Ich war ja auch schon am rechnen  Ich glaube aber nicht, das ich bei dem Registrar 4 DNS Server mitbekomme (und auch die Option einen Hidden Primary zu betreiben) oder die Basis Certs für lau .


----------



## logifech (12. Jan. 2018)

Mir hat er erzählt, dass er bei Hetzner ist.


----------



## alhazred (12. Jan. 2018)

Ist auch nur etwas günstiger als wo ich bin. Dafür lohnt sich der Aufwand nicht. Ich müsste das ja auch immer mit den Kunden abstimmen usw. Wobei .de ist da auch teuerer.


----------



## logifech (12. Jan. 2018)

Also da wo ich Bin, hab ich gute Konditionen teilweise etwas günstiger als Hetzner. Von daher lohnt sich ein Wechsel überhaupt nicht.


----------



## alhazred (12. Jan. 2018)

Zitat von logifech:


> Also da wo ich Bin, hab ich gute Konditionen teilweise etwas günstiger als Hetzner. Von daher lohnt sich ein Wechsel überhaupt nicht.

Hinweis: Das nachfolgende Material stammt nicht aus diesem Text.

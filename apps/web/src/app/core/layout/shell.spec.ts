import { provideHttpClient, withInterceptors } from '@angular/common/http';
import { HttpTestingController, provideHttpClientTesting } from '@angular/common/http/testing';
import { Component } from '@angular/core';
import { ComponentFixture, TestBed } from '@angular/core/testing';
import { HarnessLoader } from '@angular/cdk/testing';
import { TestbedHarnessEnvironment } from '@angular/cdk/testing/testbed';
import { MatNavListHarness } from '@angular/material/list/testing';
import { MatMenuHarness } from '@angular/material/menu/testing';
import { MatSelectHarness } from '@angular/material/select/testing';
import { Router, provideRouter } from '@angular/router';

import { Me, Role } from '../api/auth-api';
import { Auth } from '../auth/auth';
import { errorInterceptor } from '../error-handler';
import { eastfield, meAs, northmoor } from '../../testing/me-fixtures';
import { NAV_ITEMS, NavItem } from './nav-items';
import { Shell } from './shell';

@Component({ template: '' })
class Destination {}

async function settle(fixture: ComponentFixture<unknown>): Promise<void> {
  await new Promise((resolve) => setTimeout(resolve, 0));
  await fixture.whenStable();
}

/*
 * The spec's own navigation (the app's list grows as pages are added): one page for everyone,
 * two read pages and one write page, to prove write links stay hidden from readers.
 */
const navItems: readonly NavItem[] = [
  { path: '/overview', label: 'Overview', icon: 'home' },
  { path: '/members', label: 'Members', icon: 'group', permission: 'members:read' },
  { path: '/audit-log', label: 'Audit log', icon: 'history', permission: 'audit:read' },
  { path: '/import', label: 'Import data', icon: 'upload', permission: 'data:import' },
];

describe('Shell', () => {
  let http: HttpTestingController;

  function configure(): void {
    TestBed.configureTestingModule({
      providers: [
        provideRouter([
          { path: 'overview', component: Destination },
          { path: 'members', component: Destination },
          { path: 'audit-log', component: Destination },
          { path: 'import', component: Destination },
          { path: 'sign-in', component: Destination },
        ]),
        provideHttpClient(withInterceptors([errorInterceptor])),
        provideHttpClientTesting(),
        { provide: NAV_ITEMS, useValue: navItems },
      ],
    });
    http = TestBed.inject(HttpTestingController);
  }

  /** Signs in the way the app does at start-up: the session probe answers with `me`. */
  async function startSignedInAs(me: Me): Promise<{ fixture: ComponentFixture<Shell>; loader: HarnessLoader }> {
    const restored = TestBed.inject(Auth).restore();
    http.expectOne('/api/auth/csrf').flush(null, { status: 204, statusText: 'No Content' });
    http.expectOne('/api/auth/session').flush({ me });
    await restored;
    const fixture = TestBed.createComponent(Shell);
    await settle(fixture);
    return { fixture, loader: TestbedHarnessEnvironment.loader(fixture) };
  }

  async function navTitles(loader: HarnessLoader): Promise<string[]> {
    const items = await (await loader.getHarness(MatNavListHarness)).getItems();
    return Promise.all(items.map((item) => item.getTitle()));
  }

  afterEach(() => http.verify());

  describe('side navigation', () => {
    const cases: [Role, string[]][] = [
      ['admin', ['Overview', 'Members', 'Audit log', 'Import data']],
      ['officer', ['Overview', 'Members', 'Audit log', 'Import data']],
      ['manager', ['Overview']],
      ['auditor', ['Overview', 'Members', 'Audit log']],
    ];

    it.each(cases)('shows the %s the pages their permissions allow', async (role, expected) => {
      configure();
      const { loader } = await startSignedInAs(meAs(role));
      expect(await navTitles(loader)).toEqual(expected);
    });

    it('gives a manager no Members link', async () => {
      configure();
      const { loader } = await startSignedInAs(meAs('manager'));
      expect(await navTitles(loader)).not.toContain('Members');
    });

    it('gives the auditor no write page', async () => {
      configure();
      const { loader } = await startSignedInAs(meAs('auditor'));
      expect(await navTitles(loader)).not.toContain('Import data');
    });
  });

  describe('organisation switcher', () => {
    const twoOrganisations = [
      { ...northmoor, role: 'admin' as const },
      { ...eastfield, role: 'auditor' as const },
    ];

    it('is absent for a person in one organisation, who sees its name instead', async () => {
      configure();
      const { fixture, loader } = await startSignedInAs(meAs('officer'));
      expect(await loader.getAllHarnesses(MatSelectHarness)).toHaveLength(0);
      expect((fixture.nativeElement as HTMLElement).textContent).toContain('Northmoor Energy');
    });

    it('switches the active organisation with PUT /api/me/active-organisation', async () => {
      configure();
      const { fixture, loader } = await startSignedInAs(meAs('admin', { organisations: twoOrganisations }));
      const select = await loader.getHarness(MatSelectHarness);
      expect(await select.getValueText()).toContain('Northmoor Energy');

      await select.open();
      await select.clickOptions({ text: /Eastfield Kilns/ });

      const request = http.expectOne('/api/me/active-organisation');
      expect(request.request.method).toBe('PUT');
      expect(request.request.body).toEqual({ organisationId: 'org-eastfield' });
      request.flush({ ...meAs('auditor', { organisations: twoOrganisations }), organisation: eastfield });
      await settle(fixture);

      expect(TestBed.inject(Auth).me()?.organisation.name).toBe('Eastfield Kilns');
      expect(TestBed.inject(Router).url).toBe('/overview');
      // The new role there is auditor: the write page disappears.
      expect(await navTitles(loader)).toEqual(['Overview', 'Members', 'Audit log']);
    });

    it('shows the previous organisation again when the switch is refused', async () => {
      configure();
      const { fixture, loader } = await startSignedInAs(meAs('admin', { organisations: twoOrganisations }));
      const select = await loader.getHarness(MatSelectHarness);
      await select.open();
      await select.clickOptions({ text: /Eastfield Kilns/ });

      http
        .expectOne('/api/me/active-organisation')
        .flush({ error: { code: 'forbidden', message: 'You are not a member of that organisation.' } }, { status: 403, statusText: 'Forbidden' });
      await settle(fixture);

      expect(TestBed.inject(Auth).me()?.organisation.name).toBe('Northmoor Energy');
      expect(await select.getValueText()).toContain('Northmoor Energy');
    });
  });

  describe('user menu', () => {
    it('shows who is signed in and signs out', async () => {
      configure();
      const { fixture, loader } = await startSignedInAs(meAs('officer'));
      const menu = await loader.getHarness(MatMenuHarness.with({ triggerText: /Demo Officer/ }));
      await menu.open();

      expect(document.body.textContent).toContain('officer@northmoor.example');
      expect(document.body.textContent).toContain('Environmental officer · Northmoor Energy');

      await menu.clickItem({ text: /Sign out/ });
      http.expectOne('/api/auth/logout').flush(null, { status: 204, statusText: 'No Content' });
      await settle(fixture);
      http.expectOne('/api/auth/csrf').flush(null, { status: 204, statusText: 'No Content' });
      await settle(fixture);

      expect(TestBed.inject(Auth).signedIn()).toBe(false);
      expect(TestBed.inject(Router).url).toBe('/sign-in');
    });
  });
});
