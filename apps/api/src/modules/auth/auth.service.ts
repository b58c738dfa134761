import type { Knex } from 'knex';
import { permissionsFor } from '../../auth/permissions';
import { Forbidden, NotFound, Unauthorized } from '../../lib/errors';
import type { Me } from './auth.schemas';
import { findUser, listMemberships } from './auth.repo';

/**
 * Builds `Me` for a user, choosing `preferredOrganisationId` when the user is still a member there
 * and otherwise the first organisation by name. Runs in a transaction scoped to the user.
 */
export async function buildMe(db: Knex, userId: string, preferredOrganisationId: string | null): Promise<Me> {
  const user = await findUser(db, userId);
  if (!user) throw new Unauthorized();
  const organisations = await listMemberships(db, userId);
  const active = organisations.find((o) => o.id === preferredOrganisationId) ?? organisations[0];
  if (!active) throw new Forbidden('no_organisation', 'Your account is not a member of any organisation.');
  return {
    user: { id: user.id, email: user.email, name: user.name },
    organisation: { id: active.id, name: active.name, slug: active.slug },
    role: active.role,
    permissions: permissionsFor(active.role),
    organisations: organisations.map(({ id, name, slug, role }) => ({ id, name, slug, role })),
  };
}

/** Checks that the user belongs to the organisation (404 otherwise, also for ids that do not exist). */
export async function assertMember(db: Knex, userId: string, organisationId: string): Promise<void> {
  const organisations = await listMemberships(db, userId);
  if (!organisations.some((o) => o.id === organisationId)) throw new NotFound('organisation_not_found', 'Organisation not found.');
}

Ich meinte ja auch, .de ist bei Hetzner teurer als bei mir.


----------



## logifech (12. Jan. 2018)

Bei mir ebenfalls... alle anderen auch Teilweise


----------



## alhazred (12. Jan. 2018)

Ich habe nur .de und .com geschaut. Mehr haben meine Kunden derzeit nicht. Einer hatte früher viel mehr und der hat aber radikal reduziert (frage von ihm, für was? es kam kein bisschen mehrwert über .biz und .net usw)


----------



## logifech (12. Jan. 2018)

Bei mir sind eigentlich auch nur die üblichen im Einsatz, .com, .net, .org, .de und .eu


----------



## logifech (12. Jan. 2018)

Und halt eigene Nameserver und einigen DNSSEC Domains drauf


----------



## timur (12. Jan. 2018)

aber da steht auch 



Zitat von timur:


> ich bezahle für jeden domain egal welche endung 10 euro


ich weisst du was das ist ? ich auf mich bezogen .. ich nicht du mit dein domains ... wtf

worüber man hier diskutieren muss


----------



## timur (12. Jan. 2018)

schau doch einfach mal nach vielleicht kosten deine auch 10 euro ... hetzner


----------



## alhazred (12. Jan. 2018)

Zitat von timur:


> aber da steht auch
> 
> 
> 
> ...


Du hast gesagt jede. Wenn man so eine Aussage trifft, dann muss man auch damit rechnen, dass diese in Frage gestellt wird. Erst recht von Leuten, die sich ggf. schon länger damit beschäftigen. 
DE Domains kosten bei Hetzner 11,90€. Bei meinem Registrar 6,78€ Neuregistrierung und 6,19€ renew. 
.com sind ca. 0,50€ teurer als bei denen. Also rechnet sich das für mich nicht.


----------



## timur (12. Jan. 2018)

ich bezahle auch für meine domains 10 und für meine net 10 und com 10 vielleicht habe ich bei denen einfach nur andere konditionen ..


----------



## logifech (12. Jan. 2018)

Das du da als kleiner "fisch" andere Konditionen hast, als größere gewerbliche Anbieter waage ich doch sehr zu bezweifeln.


----------



## timur (12. Jan. 2018)

ok dann hab ich eine frage wenn die de domains bei hetzner 11.90 kosten wieso bezahle ich 10 ?

@logifech


----------



## logifech (12. Jan. 2018)

Weil man viel erzählen kann!


----------



## timur (12. Jan. 2018)

ja laber mal weiter logifech hab langsam die faxen dicke du warst schon in den privaten nachrichten so herablassend und unfreundlich weiss nicht was für ein scheiss problem du hast

ich werde dir auch nicht mehr antworten 

ich brauch nicht viel erzählen ich hab rechnungen ok und die belegen das weiss nicht von wo du deine informationen hast aber ich würde mal sagen du schreibst nur mist


----------



## Till (12. Jan. 2018)

Oder hier Netto- und Bruttopreis durcheinandergebracht wird.


----------



## timur (12. Jan. 2018)

wie auch immer man muss sich ja nicht festfahren in was das ist kinderscheisse und irren ist auch menschlich ich will mich zu diesem thema auch nicht mehr äußern ich weiss was ich bezahle und gut ist


----------



## logifech (12. Jan. 2018)

Kann hier gerne mal Ausschnitte aus der PNschicken, für jemanden der von anderen Hilfe braucht warst/bist du ziemlich unverschämt. Und wenn du selbst nach meiner Hilfestellung immer noch nicht in der Lage bist Google zu benutzen, dann liegt das Problem einzig und alleine bei dir.


----------



## timur (12. Jan. 2018)

mach was du willst ich spiele bei deinem kindergarten nicht mehr mit.
das du ein problem hast mit meiner person habe ich schon lange bemerkt und frech werde ich erst wenn man mich dumm anmacht damit muss man rechnen


----------



## logifech (12. Jan. 2018)

@Till kann ich denke den Beitrag kann man wohl langsam schließen, da das eigentliche Thema wohl nicht gelöst werden kann mangels Erfahrung des Thread erstellers.


----------



## Till (12. Jan. 2018)

Ich habe den Thread hier geschlossen, bevor Ihr Euch noch weiter die Köppe einschlagt.


----------